OK, I'll consider this fixed. If not, please create another issue with steps to reproduce, or ideally a test in cloudflare_test.go or other affected providers. Tests for Cloudflare provider are really easy to write :)

/close

sheerun on 27 Jun 2020

@sheerun: Closing this issue.

In response to this:

OK, I'll consider this fixed. If not, please create another issue with steps to reproduce, or ideally a test in cloudflare_test.go or other affected providers. Tests for Cloudflare provider are really easy to write :)

/close

Instructions for interacting with me using PR comments are available here. If you have questions or suggestions related to my behavior, please file an issue against the kubernetes/test-infra repository.

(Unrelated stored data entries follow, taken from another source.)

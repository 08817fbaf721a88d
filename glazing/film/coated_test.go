package film_test

import (
	"math"
	"testing"

	"gonum.org/v1/gonum/integrate/quad"
	"pgregory.net/rapid"

	"panewright/glazing/film"
)

// Without films, and with films that have no thickness, a plate is a slab.
func TestPlateWithoutFilmsIsASlab(t *testing.T) {
	rapid.Check(t, func(t *rapid.T) {
		n, k := rapid.Float64Range(0.3, 4).Draw(t, "n"), math.Pow(10, rapid.Float64Range(-12, 1).Draw(t, "log k"))
		nm, mm := rapid.Float64Range(300, 50000).Draw(t, "nm"), rapid.Float64Range(0.5, 25).Draw(t, "mm")
		deg := rapid.OneOf(rapid.Just(0.0), rapid.Float64Range(0, 89.9)).Draw(t, "deg")
		none := []film.Layer{{2.3, 0}, {0.05 + 3i, 0}}
		want := film.Slab(n, k, nm, mm, deg)
		for _, plate := range []film.Plate{
			{complex(n, k), mm, nil, nil}, {complex(n, k), mm, none, nil}, {complex(n, k), mm, none, none},
		} {
			s, p := plate.At(nm, deg)
			for _, x := range []struct {
				got  film.Light
				want film.Share
			}{{s, want.S}, {p, want.P}} {
				if d := max(math.Abs(x.got.T-x.want.T), math.Abs(x.got.RFront-x.want.R), math.Abs(x.got.RBack-x.want.R)); !(d <= 1e-14) {
					t.Fatalf("%d films: %+v, a slab has %+v", len(plate.Front), x.got, x.want)
				}
			}
		}
	})
}

// Uncoated panes: unpolarised T and R, over the half space, and two panes behind each other in each
// polarisation. αd is what the glass absorbs along the normal.
func TestUncoatedPane(t *testing.T) {
	const source = "Fresnel and absorption inside, from memory"
	const nm, mm = 550.0, 4.0
	plate := func(n, ad float64) film.Plate {
		return film.Plate{Index: complex(n, ad*nm/(4*math.Pi*mm*1e6)), ThicknessMM: mm}
	}
	mean := func(n, ad, deg float64) film.Light { return film.Unpolarised(plate(n, ad).At(nm, deg)) }
	for _, x := range []struct{ n, ad, deg, t, r float64 }{
		{1.526, 0, 0, 0.916881, 0.083119}, {1.52, 0, 70, 0.724713, 0.275287},
		{1.526, 0.08, 0, 0.846152, 0.077231}, {1.5, 0.1, 70, 0.635631, 0.247231},
	} {
		if l := mean(x.n, x.ad, x.deg); math.Abs(l.T-x.t) > 2e-6 || math.Abs(l.RFront-x.r) > 2e-6 {
			t.Errorf("n %g, αd %g at %g°: T %.6f, R %.6f, want %.6f, %.6f (%s)", x.n, x.ad, x.deg, l.T, l.RFront, x.t, x.r, source)
		}
	}
	half := func(f func(film.Light) float64) float64 {
		return quad.Fixed(func(x float64) float64 { return f(mean(1.526, 0, x*180/math.Pi)) * math.Sin(2*x) }, 0, math.Pi/2, 60, nil, 0)
	}
	tau, rho := half(func(l film.Light) float64 { return l.T }), half(func(l film.Light) float64 { return l.RFront })
	if math.Abs(tau-0.84508) > 5e-5 || math.Abs(rho-0.15492) > 5e-5 {
		t.Errorf("over the half space %.5f, %.5f, want 0.84508, 0.15492 (%s, integrated)", tau, rho, source)
	}
	for _, x := range []struct{ deg, want float64 }{{0, 0.846519}, {75, 0.472216}} {
		s, p := plate(1.526, 0).At(nm, x.deg)
		two := func(l film.Light) float64 { return l.T * l.T / (1 - l.RFront*l.RFront) }
		if got := (two(s) + two(p)) / 2; math.Abs(got-x.want) > 2e-6 {
			t.Errorf("two panes at %g°: %.6f, want %.6f ((1 − ρ)/(1 + 3ρ) in each polarisation, from memory)", x.deg, got, x.want)
		}
	}
}

// sum is all of the light from one side.
func sum(t, r float64, a film.Absorbed) float64 {
	all := t + r + a.Glass
	for _, x := range a.Front {
		all += x
	}
	for _, x := range a.Back {
		all += x
	}
	return all
}

// randomPlate draws a coated pane, of glass that is clear, absorbs or is opaque.
func randomPlate(t *rapid.T, most int, thickest float64) (plate film.Plate, nm, deg float64) {
	k := 0.0
	if rapid.Bool().Draw(t, "absorbs") {
		k = math.Pow(10, rapid.Float64Range(-9, 0.5).Draw(t, "log k"))
	}
	n := rapid.Float64Range(1.05, 3).Draw(t, "n")
	if k > 0.01 { // opaque, as in the infrared
		n = rapid.Float64Range(0.2, 3).Draw(t, "n")
	}
	plate = film.Plate{Index: complex(n, k), ThicknessMM: rapid.Float64Range(1, 19).Draw(t, "mm"),
		Front: randomFilms(t, most, thickest), Back: randomFilms(t, most, thickest)}
	return plate, rapid.Float64Range(300, 50000).Draw(t, "nm"), rapid.OneOf(rapid.Just(0.0), rapid.Float64Range(0, 89.9)).Draw(t, "deg")
}

// Nothing is lost or made: what each film and the glass absorb is counted on its own. A turned plate is
// the plate seen from its back.
func TestPlateKeepsItsEnergy(t *testing.T) {
	rapid.Check(t, func(t *rapid.T) {
		plate, nm, deg := randomPlate(t, 100, 10000)
		s, p := plate.At(nm, deg)
		turned := plate
		turned.Front, turned.Back = plate.Back, plate.Front
		ts, tp := turned.At(nm, deg)
		for i, l := range []film.Light{s, p} {
			f, b := sum(l.T, l.RFront, l.FromFront), sum(l.T, l.RBack, l.FromBack)
			if !(math.Abs(f-1) <= 1e-12) || !(math.Abs(b-1) <= 1e-12) {
				t.Fatalf("p %v: light from the front adds up to %.15g, from the back to %.15g", i == 1, f, b)
			}
			for _, list := range [][]float64{{l.T, l.RFront, l.RBack, l.FromFront.Glass, l.FromBack.Glass}, l.FromFront.Front, l.FromFront.Back, l.FromBack.Front, l.FromBack.Back} {
				for _, x := range list {
					if !(x >= -1e-13) {
						t.Fatalf("p %v: a share of %g in %+v", i == 1, x, l)
					}
				}
			}
			other := []film.Light{ts, tp}[i]
			if math.Abs(other.T-l.T) > 1e-15 || math.Abs(other.RFront-l.RBack) > 1e-15 || math.Abs(other.FromBack.Glass-l.FromFront.Glass) > 1e-14 {
				t.Fatalf("p %v: %+v, turned %+v", i == 1, l, other)
			}
		}
	})
}

// What the films absorb is the heat of the fields inside of them.
func TestAbsorptanceIsTheHeatOfTheFields(t *testing.T) {
	rapid.Check(t, func(t *rapid.T) {
		films := randomFilms(t, 6, 150)
		nm, deg := rapid.Float64Range(300, 3000).Draw(t, "nm"), rapid.Float64Range(0, 89).Draw(t, "deg")
		const glass = 1.52 + 1i // opaque: what enters it stays in it
		plate := film.Plate{Index: glass, ThicknessMM: 4, Back: films}
		s, p := plate.At(nm, deg)
		var fromAir []film.Layer
		for i := range films {
			fromAir = append(fromAir, films[len(films)-1-i])
		}
		for i, l := range []film.Light{s, p} {
			heat := newSecond(1, fromAir, glass, nm, complex(math.Sin(deg*math.Pi/180), 0), i == 1).heat()
			for j, want := range heat {
				if got := l.FromBack.Back[len(films)-1-j]; math.Abs(got-want) > 1e-9 {
					t.Fatalf("p %v, film %d of %v: %.12f, heat %.12f", i == 1, j, fromAir, got, want)
				}
			}
		}
	})
}

// A plate is the mean, over the phase of a crossing of the glass, of one in which all light interferes:
// T, the reflectance and what each film absorbs.
func TestPlateIsTheMeanOverPhase(t *testing.T) {
	front := []film.Layer{{2.1, 40}, {0.2 + 3i, 9}, {1.9 + 0.05i, 60}}
	back := []film.Layer{{1.46 + 0.001i, 90}, {1.8 + 0.3i, 200}}
	for _, x := range []struct {
		k, nm, mm, deg float64
	}{
		{0, 550, 4, 0}, {0, 550, 4, 65}, {3e-7, 800, 6, 30}, {5e-6, 1000, 6, 75},
		{4e-4, 5000, 1, 45}, {2e-4, 5000, 4, 20}, {0.016, 50000, 0.5, 60}, {0.016, 50000, 0.5, 0},
	} {
		const n = 1.5
		glass := complex(n, x.k)
		tolerance := 1e-10 + math.Pow(x.nm/(2*math.Pi*x.mm*1e6*n)/math.E, 2) // the bound that At names
		plate := film.Plate{Index: glass, ThicknessMM: x.mm, Front: front, Back: back}
		s, p := plate.At(x.nm, x.deg)
		for i, l := range []film.Light{s, p} {
			all := []film.Layer{front[2], front[1], front[0], {glass, x.mm * 1e6}, back[0], back[1]}
			const steps = 4000
			var tau, rho float64
			heat := make([]float64, 6)
			for k := range steps {
				c := newSecond(1, all, 1, x.nm, complex(math.Sin(x.deg*math.Pi/180), 0), i == 1)
				c.delta[4] += complex(math.Pi*float64(k)/steps, 0)
				r, tr, forward, backward := c.solve()
				tau += sq(tr) / steps
				rho += sq(r) / steps
				for j := range heat {
					heat[j] += c.lost(j+1, forward, backward) / steps
				}
			}
			got := []float64{l.T, l.RFront, l.FromFront.Front[2], l.FromFront.Front[1], l.FromFront.Front[0], l.FromFront.Glass, l.FromFront.Back[0], l.FromFront.Back[1]}
			for j, want := range append([]float64{tau, rho}, heat...) {
				if math.Abs(got[j]-want) > tolerance {
					t.Errorf("%+v, p %v, share %d: %.12f, mean over phase %.12f", x, i == 1, j, got[j], want)
				}
			}
		}
	}
}

// lost is the difference of the power that crosses both faces of medium i, by the fields there.
func (s second) lost(i int, forward, backward []complex128) float64 {
	flux := func(f, b complex128) float64 {
		if s.p { // along the film E = q/N (f − b), H = N (f + b)
			return real(s.q[i] / s.index[i] * (f - b) * conj(s.index[i]*(f+b)))
		}
		return real(conj(f+b) * s.q[i] * (f - b))
	}
	e := exp1i(s.delta[i])
	return (flux(forward[i], backward[i]) - flux(forward[i]*e, backward[i]/e)) / s.flux(0)
}

// Silver of 10 µm at 50 µm and other opaque films: as a half space of theirs, and dark behind.
func TestOpaqueFilms(t *testing.T) {
	for _, x := range []struct {
		nm    float64
		index complex128
	}{{50000, silver(50000)}, {300, 1.5 + 0.96i}, {10000, 13 + 54i}} {
		for _, deg := range []float64{0, 60, 89.9} {
			films := []film.Layer{{1.46, 100}, {x.index, 10000}}
			plate := film.Plate{Index: 2.5 + 0.4i, ThicknessMM: 4, Front: films, Back: films}
			s, p := plate.At(x.nm, deg)
			for i, l := range []film.Light{s, p} {
				r, _ := newSecond(1, nil, x.index, x.nm, complex(math.Sin(deg*math.Pi/180), 0), i == 1).fresnel(0, 1)
				if math.Abs(l.RFront-sq(r)) > 1e-12 || math.Abs(l.RBack-sq(r)) > 1e-12 || l.T != 0 {
					t.Errorf("at %g nm, %g°: %+v, the bare metal reflects %.15g", x.nm, deg, l, sq(r))
				}
				if a := l.FromFront.Front[1]; math.Abs(a+l.RFront-1) > 1e-12 {
					t.Errorf("at %g nm, %g°: the metal absorbs %.15g of %.15g", x.nm, deg, a, 1-l.RFront)
				}
			}
		}
	}
	// 200 films, metals and dielectrics in turn, do not overflow.
	var films []film.Layer
	for range 100 {
		films = append(films, film.Layer{1.2, 10000}, film.Layer{400 + 600i, 10000})
	}
	for _, deg := range []float64{0, 89.9} {
		s, p := film.Plate{Index: 1.5, ThicknessMM: 4, Front: films, Back: films}.At(50000, deg)
		for _, l := range []film.Light{s, p} {
			if f := sum(l.T, l.RFront, l.FromFront); !(math.Abs(f-1) < 1e-12) || l.T != 0 {
				t.Errorf("200 films at %g°: %g of light, T %g", deg, f, l.T)
			}
		}
		var layers []film.SampledLayer
		for _, f := range films {
			layers = append(layers, film.SampledLayer{Index: []complex128{f.Index}, ThicknessNM: f.ThicknessNM})
		}
		var ss, sp film.Shares
		film.NewSampled([]float64{50000}, []complex128{1.5}, 4, layers, layers).At(&ss, &sp, deg)
		if ss.RFront[0] != s.RFront || sp.RFront[0] != p.RFront || ss.T[0] != 0 || sp.T[0] != 0 {
			t.Errorf("200 films at %g°, sampled: %+v %+v, alone %+v %+v", deg, ss, sp, s, p)
		}
	}
}

// At 90° nothing gets in, and nothing overflows.
func TestGrazingIncidence(t *testing.T) {
	plate := film.Plate{Index: 1.52, ThicknessMM: 4, Front: []film.Layer{{2.1, 40}}, Back: []film.Layer{{2.1, 40}, {0.1 + 3i, 10}}}
	s, p := plate.At(550, 90)
	for _, l := range []film.Light{s, p} {
		if !(l.T >= 0 && l.T < 1e-12 && math.Abs(l.RFront-1) < 1e-12 && math.Abs(l.RBack-1) < 1e-12) {
			t.Errorf("%+v", l)
		}
	}
	s, p = film.Plate{Index: 1.52, ThicknessMM: 4}.At(550, 90)
	for _, l := range []film.Light{s, p} {
		if !(l.T >= 0 && l.T < 1e-12 && math.Abs(l.RFront-1) < 1e-12 && l.FromFront.Glass == 0) {
			t.Errorf("bare glass: %+v", l)
		}
	}
}

// Opaque glass hides what is behind it.
func TestOpaqueGlass(t *testing.T) {
	front := []film.Layer{{1.9 + 0.6i, 120}}
	a := film.Plate{Index: 0.7 + 0.8i, ThicknessMM: 4, Front: front, Back: []film.Layer{{10 + 60i, 20}}}
	b := film.Plate{Index: 0.7 + 0.8i, ThicknessMM: 4, Front: front}
	for _, deg := range []float64{0, 60} {
		s, p := a.At(9300, deg)
		s1, p1 := b.At(9300, deg)
		if s.T != 0 || p.T != 0 || s.RFront != s1.RFront || p.RFront != p1.RFront || s.FromFront.Back[0] != 0 {
			t.Errorf("at %g°: %+v, without the film behind %+v", deg, s, s1)
		}
	}
}

// One list of wavelengths gives the bits of each alone.
func TestSampledIsThePlate(t *testing.T) {
	rapid.Check(t, func(t *rapid.T) {
		plate, nm, deg := randomPlate(t, 20, 1000)
		layers := func(films []film.Layer) (list []film.SampledLayer) {
			for _, f := range films {
				list = append(list, film.SampledLayer{Index: []complex128{2, f.Index}, ThicknessNM: f.ThicknessNM})
			}
			return list
		}
		pane := film.NewSampled([]float64{500, nm}, []complex128{1.5, plate.Index}, plate.ThicknessMM, layers(plate.Front), layers(plate.Back))
		var s, p film.Shares
		pane.At(&s, &p, deg)
		ls, lp := plate.At(nm, deg)
		for i, l := range []film.Light{ls, lp} {
			got := []*film.Shares{&s, &p}[i]
			if got.T[1] != l.T || got.RFront[1] != l.RFront || got.RBack[1] != l.RBack {
				t.Fatalf("p %v: %g %g %g, alone %g %g %g", i == 1, got.T[1], got.RFront[1], got.RBack[1], l.T, l.RFront, l.RBack)
			}
		}
	})
}

// A film's thickness changed in a variation is the pane with that film.
func TestVariation(t *testing.T) {
	rapid.Check(t, func(t *rapid.T) {
		plate, nm, deg := randomPlate(t, 20, 1000)
		face, films := film.Front, plate.Front
		if rapid.Bool().Draw(t, "back") {
			face, films = film.Back, plate.Back
		}
		if len(films) == 0 {
			return
		}
		i := rapid.IntRange(0, len(films)-1).Draw(t, "film")
		layers := func(films []film.Layer) (list []film.SampledLayer) {
			for _, f := range films {
				list = append(list, film.SampledLayer{Index: []complex128{f.Index}, ThicknessNM: f.ThicknessNM})
			}
			return list
		}
		pane := film.NewSampled([]float64{nm}, []complex128{plate.Index}, plate.ThicknessMM, layers(plate.Front), layers(plate.Back))
		varied := pane.Vary(face, i, deg)
		thickness := rapid.Float64Range(0, 10000).Draw(t, "new thickness")
		var got, want [2]film.Shares
		varied.At(&got[0], &got[1], thickness)
		pane.SetThickness(face, i, thickness)
		pane.At(&want[0], &want[1], deg)
		for p, g := range got {
			w := want[p]
			if d := max(math.Abs(g.T[0]-w.T[0]), math.Abs(g.RFront[0]-w.RFront[0]), math.Abs(g.RBack[0]-w.RBack[0])); !(d <= 1e-12) {
				t.Fatalf("p %v: %+v, the pane made anew %+v", p == 1, g, w)
			}
		}
		// A film replaced by one of another index.
		pane.SetIndex(face, i, []complex128{1.7 + 0.2i})
		pane.At(&got[0], &got[1], deg)
		films[i] = film.Layer{Index: 1.7 + 0.2i, ThicknessNM: thickness}
		s, p := plate.At(nm, deg)
		if got[0].T[0] != s.T || got[1].RBack[0] != p.RBack {
			t.Fatalf("another index: %+v, alone %+v %+v", got, s, p)
		}
		got[0].Mean(&got[0], &got[1])
		if l := film.Unpolarised(s, p); got[0].T[0] != l.T || got[0].RFront[0] != l.RFront || got[0].RBack[0] != l.RBack {
			t.Fatalf("mean %+v, alone %+v", got[0], l)
		}
	})
}

// A coated pane of materials is the plate of their indices.
func TestCoated(t *testing.T) {
	glass, _ := film.Glass("soda-lime")
	oxide, metal := &film.Material{Model: film.Constant(2.1)}, &film.Material{Model: film.Constant(0.2 + 3i)}
	c := film.Coated{Glass: glass, ThicknessMM: 6, Front: []film.Film{{oxide, 30}}, Back: []film.Film{{oxide, 40}, {metal, 10}, {oxide, 45}}}
	nm := []float64{400, 550, 1000}
	var s, p film.Shares
	c.Sample(nm).At(&s, &p, 40)
	for i, x := range nm {
		n, k := glass.At(x)
		plate := film.Plate{Index: complex(n, k), ThicknessMM: 6, Front: []film.Layer{{2.1, 30}}, Back: []film.Layer{{2.1, 40}, {0.2 + 3i, 10}, {2.1, 45}}}
		ws, wp := plate.At(x, 40)
		gs, gp := c.At(x, 40)
		if gs.T != ws.T || gp.RBack != wp.RBack || s.T[i] != ws.T || s.RFront[i] != ws.RFront || p.T[i] != wp.T || p.RBack[i] != wp.RBack {
			t.Errorf("at %g nm: %+v %+v, sampled %g %g, as a plate %+v %+v", x, gs, gp, s.T[i], p.T[i], ws, wp)
		}
	}
}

k8s-ci-robot on 27 Jun 2020

just for the record, removing external-dns.alpha.kubernetes.io/ttl from my manifest just worked, it seems that if you don't try to force the ttl, it doesn't try to change the record again and again.

julian3xl on 28 Jul 2020

@sheerun seeing this issue on AWS. Removing external-dns.alpha.kubernetes.io/ttl from Service LoadBalancer fixed it for that service, but it remains for Istio Gateway, which, AFAIK, has no TTL setting.